* WHAT YOU NEED TO DO: Return, from the data that follows, each line that holds the word "checkTopology".

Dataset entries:

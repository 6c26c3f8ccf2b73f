import type { FigureContext } from './figure-context.ts';
import type { MeasureSummary, PlanFigures, TerritoryFigures, UnitShare } from './figures-of.ts';
import { largestOf } from './territory-figures.ts';
import { counted } from './words.ts';

/** Figures over the whole plan, from those of its territories. Time grows with territories alone. */
export function wholeFigures(
	context: FigureContext,
	territories: TerritoryFigures[],
	/** units without a territory that have one today */
	dropped: readonly number[],
	unassigned: number,
	largestUnits: (UnitShare | null)[],
): PlanFigures {
	const { problem } = context;
	const staying = problem.territories.filter(({ closing }) => !closing).length;
	const units = problem.graph.count;
	const movedUnits = territories.reduce((sum, t) => sum + t.gainedUnits, dropped.length);
	const droppedCost = dropped.reduce((sum, u) => sum + (problem.cost ? problem.cost[u] : 1), 0);
	const perTerritory = units / staying;
	return {
		territories,
		measures: problem.measures.map((_, m) =>
			summary(context, m, territories, dropped, largestUnits[m], perTerritory),
		),
		unitsPerTerritory: perTerritory,
		movedUnits,
		movedShare: units > 0 ? movedUnits / units : 0,
		movedCost: territories.reduce((sum, t) => sum + t.gainedCost, droppedCost),
		unassigned,
		cutBorders: {
			before: context.cutToday,
			after: territories.reduce((sum, t) => sum + t.cutBorders, 0) / 2,
		},
		torn: territories.flatMap(({ torn }, t) => (torn ? [t] : [])),
	};
}

function summary(
	{ problem, totals }: FigureContext,
	m: number,
	territories: TerritoryFigures[],
	dropped: readonly number[],
	largestUnit: UnitShare | null,
	perTerritory: number,
): MeasureSummary {
	const { values, name, tolerance } = problem.measures[m];
	const largest = { territory: -1, deviation: NaN };
	const outside: number[] = [];
	let [sum, measured, moved] = [0, 0, 0];
	territories.forEach(({ measures }, t) => {
		const { deviation, gained, outside: isOutside } = measures[m];
		moved += gained;
		if (isOutside) outside.push(t);
		if (Number.isNaN(deviation)) return;
		sum += Math.abs(deviation);
		measured++;
		if (largest.territory < 0 || Math.abs(deviation) > Math.abs(largest.deviation)) {
			Object.assign(largest, { territory: t, deviation });
		}
	});
	for (const u of dropped) moved += values[u];
	return {
		largest,
		mean: measured > 0 ? sum / measured : NaN,
		outside,
		moved,
		movedShare: totals[m] > 0 ? moved / totals[m] : 0,
		largestUnit,
		hard: tolerance === null ? null : hardTolerance(name, tolerance, perTerritory, largestUnit),
	};
}

/** The heaviest unit of each measure against the target of a full capacity. */
export function largestUnits({ problem, fullTargets }: FigureContext): (UnitShare | null)[] {
	return problem.measures.map(({ values }, m) => largestOf(values, values.keys(), fullTargets[m]));
}

/**
 * A sentence when a tolerance is hard to meet for the size of the units, else null: below two mean units
 * to either side (a rule of thumb from trials of our own: 31 units a territory met 10 % with ease and 5 %
 * barely), or below the heaviest unit.
 */
export function hardTolerance(
	name: string,
	tolerance: number,
	perTerritory: number,
	largest: UnitShare | null,
): string | null {
	const percent = (share: number) => `${Number((100 * share).toFixed(1))} %`;
	const few = tolerance * perTerritory < 2;
	const heavy = largest !== null && largest.share > tolerance;
	if (!few && !heavy) return null;
	const mean = counted(Math.round(10 * perTerritory) / 10, 'unit', 'units');
	const size = few ? [`a territory has ${mean} on average, each ${percent(1 / perTerritory)}`] : [];
	const most = heavy ? [`#${largest.unit} alone is ${percent(largest.share)}`] : [];
	return `A tolerance of ${percent(tolerance)} for ${name} is hard to meet: ${[...size, ...most].join(', and ')} of a target.`;
}
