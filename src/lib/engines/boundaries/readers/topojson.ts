import type { GeometryObject as Geometry, Properties, Topology } from 'topojson-specification';
import { feature } from 'topojson-client';
import type { BoundaryOptions, ByteSource, Limits } from '../options.ts';
import { RawLayer } from '../raw-layer.ts';
import type { FoundLayer } from '../question.ts';
import { chooseLayer } from './choose-layer.ts';
import { JsonBytes } from './json-bytes.ts';
import { checkTopology } from './topojson-check.ts';
import { wholeFile } from './whole.ts';

type GeometryObject = Geometry<Properties>;

/** TopoJSON (specification 1.0): the file is held whole, its arcs checked, its areas written out. */
export async function readTopoJson(
	source: ByteSource,
	options: BoundaryOptions & { limits: Limits },
): Promise<RawLayer> {
	const bytes = await wholeFile(source, Math.min(options.limits.wholeBytes, 2 ** 29 - 24));
	const json = new JsonBytes(options.limits.nesting);
	json.hold(bytes, bytes.length);
	json.last = true;
	if (bytes[0] === 0xef) json.at = 3;
	const topology = json.value() as Topology;
	checkTopology(topology, options.limits);
	const layers = layersOf(topology);
	const { name } = chooseLayer('TopoJSON', layers, options.layer);
	const layer = new RawLayer(options.limits);
	layer.format = 'TopoJSON';
	layer.layer = name;
	layer.layers = layers;
	layer.crsByFormat = 'EPSG:4326';
	layer.encoding = json.encoding;
	for (const geometry of geometriesOf(topology.objects[name]))
		addGeometry(topology, geometry, layer);
	return layer;
}

/** Objects of the topology as layers. */
function layersOf(topology: Topology): FoundLayer[] {
	return Object.entries(topology.objects).map(([name, object]) => {
		const geometries = geometriesOf(object);
		return {
			name,
			features: geometries.length,
			areas: geometries.some((geometry) => [...unfolded(geometry)].some(isArea)),
			crs: null,
		};
	});
}

function geometriesOf(object: GeometryObject): GeometryObject[] {
	return object.type === 'GeometryCollection' ? object.geometries : [object];
}

const isArea = (geometry: GeometryObject) => /Polygon$/.test(String(geometry.type));

function addGeometry(topology: Topology, geometry: GeometryObject, layer: RawLayer): void {
	layer.startRegion();
	layer.table.add(geometry.id ?? null, geometry.properties ?? null);
	for (const area of unfolded(geometry)) {
		if (!isArea(area)) {
			if (area.type) layer.stray(area.type);
			continue;
		}
		const written = feature(topology, area) as GeoJSON.Feature;
		if (written.geometry.type === 'Polygon') addPart(written.geometry.coordinates, layer);
		if (written.geometry.type === 'MultiPolygon') {
			for (const part of written.geometry.coordinates) addPart(part, layer);
		}
	}
}

/** The geometries of a collection and of those within it. */
function* unfolded(geometry: GeometryObject): Generator<GeometryObject> {
	if (geometry.type !== 'GeometryCollection') yield geometry;
	else for (const inner of geometry.geometries) yield* unfolded(inner);
}

function addPart(rings: GeoJSON.Position[][], layer: RawLayer): void {
	layer.startPart();
	for (const ring of rings) {
		layer.startRing();
		for (const [x, y] of ring) layer.point(x, y);
	}
}
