import type { Position } from 'geojson';
import { openShp } from 'shapefile';
import type { RawLayer } from '../raw-layer.ts';
import { Refusal } from '../refusal.ts';
import { checkShp, declaredShp } from './shp-check.ts';

/**
 * The records of a .shp file into the layer, one region a record, by the `shapefile` package, which tells
 * outer rings from holes. The bytes are checked before, since the package passes over what it cannot read.
 */
export async function readShp(bytes: Uint8Array, layer: RawLayer): Promise<void> {
	const records = checkShp(bytes);
	const source = await openShp(declaredShp(bytes));
	for (let record = 1; ; record++) {
		const { done, value } = await source.read();
		if (done && record === records + 1) return;
		if (done || record > records) {
			const message = `The .shp file has ${records} records, but reading ended at record ${record}.`;
			throw new Refusal('file-truncated', message);
		}
		layer.startRegion();
		if (value?.type === 'Polygon') addPart(value.coordinates, layer);
		if (value?.type === 'MultiPolygon') {
			for (const part of value.coordinates) addPart(part, layer);
		}
	}
}

function addPart(rings: Position[][], layer: RawLayer): void {
	layer.startPart();
	for (const ring of rings) {
		layer.startRing();
		for (const [x, y] of ring) layer.point(x, y);
	}
}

* RESULT:
import { checkTopology } from './topojson-check.ts';
	checkTopology(topology, options.limits);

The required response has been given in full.